Oleh | Ingot Simangunsong
SELASA (sore), 03 Mei 2022 di hari kedua Hari Kemenangan yang Fitri, saya dan Ketua Umum Pengurus Pusat (PP) Jaringan Masyarakat Muslim Membangun (JM3), Syaiful Amin Lubis “kongkwo-kongkwo” di Café Vonna Jalan Kartini, Kota Pematangsiantar.
Karena setting-annya di Kota Pematangsiantar, bincang-bincangnya ya di seputaran tagline “Siantar Sehat, Sejahtera dan Berkualitas.”
LiSA dan sentuhan moralitas
Yang pertama, topiknya adalah program LiSA (Lihat Sampah Ambil), gagasan Plt Wali Kota Pematangsiantar, Hj Susanti Dewayani, sebagai salah satu pengimplementasian Siantar Sehat.
Kota Pematangsiantar yang terdiri dari 8 kecamatan dan 53 kelurahan, dengan luas wilayah mencapai 55,66 km² dan jumlah penduduk sekitar 281.357 jiwa (2017), dan kepadatan penduduk 5.055 jiwa/km², tentu butuh sentuhan khusus dalam penanganan masalah sampah. Karena Siantar harus sehat. Karena Siantar, harus terbebaskan dari parit-parit yang mampet, agar genangan air mencapai titik nol.
Sudahkah LiSA bermakna? Tentu, masih jauh dari harapan, karena memang masih pada tataran sebagai gerakan moral.
Hj Susanti Dewayani ingin menyentuh nuansa moralitas, bahwa sampah adalah menjadi tanggungjawab bersama, karena kehadiran sampah berawal dari pribadi demi pribadi kita yang berada di rumah besar, Kota Pematangsiantar.

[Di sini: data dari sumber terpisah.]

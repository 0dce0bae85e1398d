import { describe, expect, it } from 'vitest';
import { spawnSync } from 'node:child_process';
import { shellCommand, shellQuote } from '../../src/report/shell-quote.js';

describe('shellQuote', () => {
  it('leaves plain words alone', () => {
    expect(shellQuote('fixtures/designs/doubler.yaml')).toBe('fixtures/designs/doubler.yaml');
    expect(shellQuote('generator.stageLoad=40fF')).toBe('generator.stageLoad=40fF');
  });

  it.each([
    "my design's copy.yaml",
    'a b',
    '$(touch x)',
    '`id`',
    'generator.stageSize=[1,2]',
    'x;rm -rf y',
    '*',
    '~/d.yaml',
    "'",
    'a"b\\c',
    '-',
    '',
  ])('quotes %j so that /bin/sh reads it back as one word', (word) => {
    const run = spawnSync('/bin/sh', ['-c', `printf '%s|' ${shellQuote(word)}`], { encoding: 'utf8' });
    expect(run.stdout).toBe(`${word}|`);
  });

  it('shows control characters as \\xNN inside the quotes', () => {
    expect(shellQuote('a\nb\u001b[2J')).toBe("'a\\x0ab\\x1b[2J'");
  });
});

describe('shellCommand', () => {
  it('quotes each word', () => {
    expect(shellCommand(['phasegap', 'check', 'my file.yaml', '--set', 'generator.stageSize=[1,2]'])).toBe(
      "phasegap check 'my file.yaml' --set 'generator.stageSize=[1,2]'",
    );
  });
});
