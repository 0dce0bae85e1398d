import { describe, expect, it } from 'vitest';
import { left, renderTable, right } from '../../src/report/text-table.js';

describe('renderTable', () => {
  it('pads left columns on the right and right columns on the left to the widest cell, header included', () => {
    const text = renderTable(
      [left('corner'), right('dead ps')],
      [
        ['tt', '1719'],
        ['ss/1.62V/125C', '3185'],
      ],
    );
    expect(text).toBe(['corner         dead ps', '-------------  -------', 'tt                1719', 'ss/1.62V/125C     3185'].join('\n'));
  });

  it('left() and right() declare the column alignment', () => {
    expect(left('check')).toEqual({ header: 'check', align: 'left' });
    expect(right('margin')).toEqual({ header: 'margin', align: 'right' });
  });

  it('trims the trailing blanks of a short last cell', () => {
    expect(renderTable([left('a'), left('verdict')], [['x', 'ok']]).split('\n')[2]).toBe('x  ok');
  });
});
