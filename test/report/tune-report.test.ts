import { describe, it, expect } from 'vitest';
import { defaultSpace, tuneChains } from '../../src/analysis/tune.js';
import { renderTuneText, tuneReport, yieldText, CANDIDATES_SHOWN } from '../../src/report/tune-report.js';
import { loadDesign } from '../../src/cli/load.js';
import { design } from '../helpers.js';

const { design: d, card } = loadDesign(design('doubler'));
const space = { ...defaultSpace(d), stages: [2, 4], stageSizes: [1] };
const result = tuneChains(d, card, undefined, space);
const report = tuneReport(d.name, d.clock.frequency, 45, result, 2, 'skipped with --no-confirm');
const text = renderTuneText(report, 'doubler.yaml');

describe('tuneReport', () => {
  it("carries every proposal's conduction time, waste, yields and the unconfirmed note", () => {
    expect(report.proposals.length).toBe(2);
    const p = report.proposals[0]!;
    const c = result.proposals[0]!;
    expect(p.conduction).toBe(c.conduction.time);
    expect(p.waste).toBe(c.deadMax - 500e-12);
    expect(p.yields!.length).toBe(3);
    expect(report.confirmed).toBe(false);
    expect(report.confirmNote).toBe('skipped with --no-confirm');
    expect(report.yieldTarget).toBe(0.9973);
    expect(report.candidates.length).toBeLessThanOrEqual(CANDIDATES_SHOWN);
    // The chart's points: passing chains only, the least margin first.
    const margins = report.candidates.map((x) => x.limiting!.margin!);
    expect(report.candidates.every((x) => x.pass)).toBe(true);
    expect([...margins].sort((a, b) => a - b)).toEqual(margins);
  });
});

describe('yieldText', () => {
  it('gives the least yield over the corners with its Wilson interval', () => {
    // 197 of 200: 98.5 %, Wilson 95 % interval [95.68 %, 99.49 %] (Wilson 1927, computed).
    expect(
      yieldText([
        { corner: 'a', passes: 200, dies: 200, low: 0.9812, high: 1 },
        { corner: 'b', passes: 197, dies: 200, low: 0.9568, high: 0.9949 },
      ]),
    ).toBe('98.5 % [95.68 %, 99.49 %]');
    expect(yieldText(null)).toBe('');
  });
});

describe('renderTuneText', () => {
  it('shows the trade-off table, the yields, the headroom and the knobs searched', () => {
    expect(text).toMatch(/longest useful conduction time first/);
    expect(text).toMatch(/ {2}fast-corner margin +slow-corner dead time +waste +least conduction\n/);
    expect(text).toMatch(
      /proposal 1 +\+\d\d\.\d ps at ff\/1\.98V\/-40C +1\.\d\d ns at ss\/1\.62V\/125C +1\.\d\d ns +2\d\.\d ns at ss\/1\.62V\/125C\n/,
    );
    expect(text).toMatch(
      /Monte Carlo yield at each proposal's limiting corners \(200 dies each, 95 % Wilson interval; at least 99\.73 % required\):/,
    );
    expect(text).toContain(
      'knobs searched: chain length 2, 4; stage size 1; delay capacitor 0 .. 500 fF in 0.50 fF steps; buffer taper 2, 3, 4 (last size 18 kept) on the best chains; feedback tap 0, 2 buffer inverters after the chain end on the best chains;',
    );
    expect(text).toContain('unconfirmed in ngspice (skipped with --no-confirm)');
    expect(text).not.toContain('transistor-level confirmation');
  });

  it("lists the simulator's least margin of each confirmed proposal", () => {
    const confirmed = {
      ...result,
      proposals: result.proposals.map((p, i) =>
        i === 0
          ? {
              ...p,
              confirmation: {
                simulator: 'ngspice-39',
                corners: ['ss/1.62V/125C', 'ff/1.98V/-40C'],
                least: 43.3e-12,
                pass: true,
                meets: true,
                checks: [],
                limiting: { check: 'dead p2->p1 >= 500 ps', corner: 'ff/1.98V/-40C', model: 71.3e-12, simulator: 43.3e-12 },
              },
            }
          : p,
      ),
    };
    const t = renderTuneText(tuneReport(d.name, d.clock.frequency, 45, confirmed, 2), 'doubler.yaml');
    expect(t).toContain(
      '  proposal 1: confirmed at ss/1.62V/125C, ff/1.98V/-40C; least margin dead p2->p1 >= 500 ps at ff/1.98V/-40C: ngspice-39 43.3 ps, model 71.3 ps',
    );
    expect(t).toMatch(/proposal 2 .* unconfirmed /);
  });
});
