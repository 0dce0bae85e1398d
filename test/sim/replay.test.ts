import { describe, it, expect } from 'vitest';
import { Simulator, type SimulationResult } from '../../src/sim/engine.js';
import { devicesAtCorner } from '../../src/process/device.js';
import { drawMismatch, mismatchBuffers, mismatchSigmas, type SampleMismatch } from '../../src/variation/mismatch.js';
import { design } from '../helpers.js';
import { compileNetlist } from '../../src/netlist/netlist.js';
import type { GateTiming } from '../../src/delay/model.js';
import { randomLcg, randomNormal } from 'd3-random';
import { loadDesign } from '../../src/cli/load.js';
import { resolveDesign } from '../../src/analysis/resolve.js';
import type { ResolvedDesign } from '../../src/analysis/resolve.js';

/** Each net's transitions as [net, rising, time, transition], ordered per net: what a replay must reproduce exactly. */
function perNet(result: SimulationResult): string[] {
  const rows: Array<[number, number, number, number, number]> = [];
  for (let i = 0; i < result.edges.count; i++) {
    rows.push([result.edges.net[i]!, i, result.edges.rising[i]!, result.edges.time[i]!, result.edges.transition[i]!]);
  }
  // Stable per net: within a net, the order of the edges themselves is kept.
  rows.sort((a, b) => a[0] - b[0] || a[1] - b[1]);
  return rows.map(([n, , r, t, tr]) => `${n} ${r} ${t} ${tr}`);
}

function summary(result: SimulationResult) {
  return {
    status: result.status,
    windowStart: result.windowStart,
    periods: result.periodsSimulated,
    glitches: result.glitches.length,
    start: Array.from(result.startValues),
    edges: perNet(result),
  };
}

/**
 * Runs the same sequence of Monte Carlo dies through a simulator that replays and one that always
 * simulates, both warm, and compares every run.
 */
function compareDies(resolved: ResolvedDesign, dies: number): { replayed: number; simulated: number } {
  const { design: d, netlist, loads, model, card } = resolved;
  const sigmas = mismatchSigmas(netlist, card, resolved.switches);
  const counts = { replayed: 0, simulated: 0 };
  for (const { corner } of resolved.corners.slice(0, 6)) {
    const devices = devicesAtCorner(card, corner);
    const clock = { period: 1 / d.clock.frequency, duty: corner.duty, transition: d.clock.transition };
    const fast = new Simulator(netlist);
    const plain = new Simulator(netlist);
    const buffers: SampleMismatch = mismatchBuffers(sigmas);
    for (let i = 0; i < dies; i++) {
      const die = drawMismatch(sigmas, 11, i, buffers);
      const timing = model.bind(netlist, loads, devices, die);
      const a = fast.run(timing, clock, { warm: true, replay: true });
      if (fast.replayed) counts.replayed++;
      else counts.simulated++;
      const b = plain.run(timing, clock, { warm: true });
      expect(plain.replayed).toBe(false);
      expect(summary(a)).toEqual(summary(b));
    }
  }
  return counts;
}

// Two equal inverters race from the clock into one NAND: which input falls first decides which
// pin (and which input ramp) times the NAND's output, so the order matters.
const racing = compileNetlist({
  clock: 'clk',
  phases: ['p1', 'p2'],
  complements: {},
  early: {},
  loads: {},
  gates: [
    { name: 'a', cell: 'INV', size: 1, inputs: ['clk'], output: 'n1' },
    { name: 'b', cell: 'INV', size: 1, inputs: ['clk'], output: 'n2' },
    { name: 'c', cell: 'NAND2', size: 1, inputs: ['n1', 'n2'], output: 'p1' },
    { name: 'd', cell: 'INV', size: 1, inputs: ['p1'], output: 'p2' },
  ],
});

describe('replay of the steady period', () => {
  const { design: d, card } = loadDesign(design('doubler'));
  const doubler = resolveDesign(d, card);

  it('gives exactly the simulated edges for ordinary mismatch, and is used for every die after the first', () => {
    const counts = compareDies(doubler, 60);
    // The first die of each corner starts cold and is simulated; every later one replays.
    expect(counts).toEqual({ replayed: 6 * 59, simulated: 6 });
  });

  it('falls back to simulation when a die reorders the edges reaching a gate, and still agrees', () => {
    const normal = randomNormal.source(randomLcg(0.25))(0, 5e-12);
    const base = new Float64Array(4);
    // Delay: a base per gate, a slope on the input ramp and a pin offset; the output ramp
    // follows the input ramp, so the cause of an edge shows in its transition too.
    const timing: GateTiming = {
      delay: (g, pin, rising, tin) => base[g]! + (rising ? 10e-12 : 0) + 0.2 * tin + pin * 3e-12,
      transition: (_g, pin, _rising, tin) => 40e-12 + 0.1 * tin + pin * 1e-12,
    };
    const clock = { period: 10e-9, duty: 0.5, transition: 100e-12 };
    const fast = new Simulator(racing);
    const plain = new Simulator(racing);
    let replayed = 0;
    let simulated = 0;
    for (let i = 0; i < 200; i++) {
      base[0] = 100e-12 + normal();
      base[1] = 100e-12 + normal();
      base[2] = 80e-12;
      base[3] = 60e-12;
      const a = fast.run(timing, clock, { warm: true, replay: true });
      if (fast.replayed) replayed++;
      else simulated++;
      expect(summary(a)).toEqual(summary(plain.run(timing, clock, { warm: true })));
    }
    // A die keeps the last simulated order about half the time.
    expect(replayed).toBeGreaterThan(40);
    expect(simulated).toBeGreaterThan(40);
  });

  it('falls back when an edge would land after the next clock rise, though every gate sees its edges in order', () => {
    const timing: GateTiming = { delay: (g) => [100e-12, 110e-12, 80e-12, 60e-12][g]!, transition: () => 50e-12 };
    const fast = new Simulator(racing);
    const plain = new Simulator(racing);
    const slow = { period: 10e-9, duty: 0.5, transition: 100e-12 };
    fast.run(timing, slow);
    plain.run(timing, slow);
    // The clock now falls at 0.85 ns, after the first half's edges end at 0.25 ns (so no gate sees
    // a new order), but p1 falls 190 ps later and p2 250 ps later, past the period's end at 1 ns.
    const short = { period: 1e-9, duty: 0.85, transition: 100e-12 };
    const a = fast.run(timing, short, { warm: true, replay: true });
    expect(fast.replayed).toBe(false);
    expect(summary(a)).toEqual(summary(plain.run(timing, short, { warm: true })));
  });
});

Gerakan LiSA, dalam kurun waktu yang demikian singkat, tentu sudah menyentuh sendi-sendi kepedulian, yang tentu dimulai dari para pemangku kecamatan, kelurahan, lingkungan hingga rukun tetangga/rukun warga serta tokoh masyarakat, tokoh pemuda, tokoh agama, dan para stakeholder.
Kenapa? Karena Gerakan LiSA, sekecil apa pun, sudah kelihatan. Ketika masyarakat mengeluhkan tidak tersedianya, tempat pembuangan sampah sementara (TPS), di beberapa kelurahan, segera dibangun. LiSA dirancang sebagai gerakan bersama, yang diharapkan berkesinambung dan memiliki keterkaitan bagi setiap komponen yang ada.
Blue-print LiSA
Pemerintah Kota Pematangsiantar pun, sedang menggodok blue-print atau semacam SOP pengimplementasian program LiSA yang tertata dan terukur.
Sehingga LiSA, tidak hanya sebatas atau sekadar Lihat Ambil Sampah. Tetapi, bagaimana sampah menjadi benar-benar bermanfaat dalam daur ulang, yang menghasilkan bagi kesejahteraan dan keberkualitasan masyarakat di sekitaran produk sampah.
Hj Susanti Dewayani, dengan segala kemampuan dan kekuatan bersama tim pemikir, bergerak cepat untuk membenahi Kota Pematangsiantar, agar terbebaskan dari masalah sampah.
Kota Pematangsiantar butuh perubahan cepat, dengan narasi berkekuatan data, yang didukung sinematik visual dalam sentuhan tangan dingin seorang Ibu, Hj Susanti Dewayani.
Penggodokan blue-print tersebut, akan menjadi hasil kerja yang butuh legalisasi dalam bentuk peraturan daerah.
Narasi-narasi dengan kelengkapan data tersebut, nantinya butuh penguatan dukungan moral dari berbagai komponen yang ada, termasuk di dalamnya para wakil rakyat yang terhormat di DPRD Kota Pematangsiantar.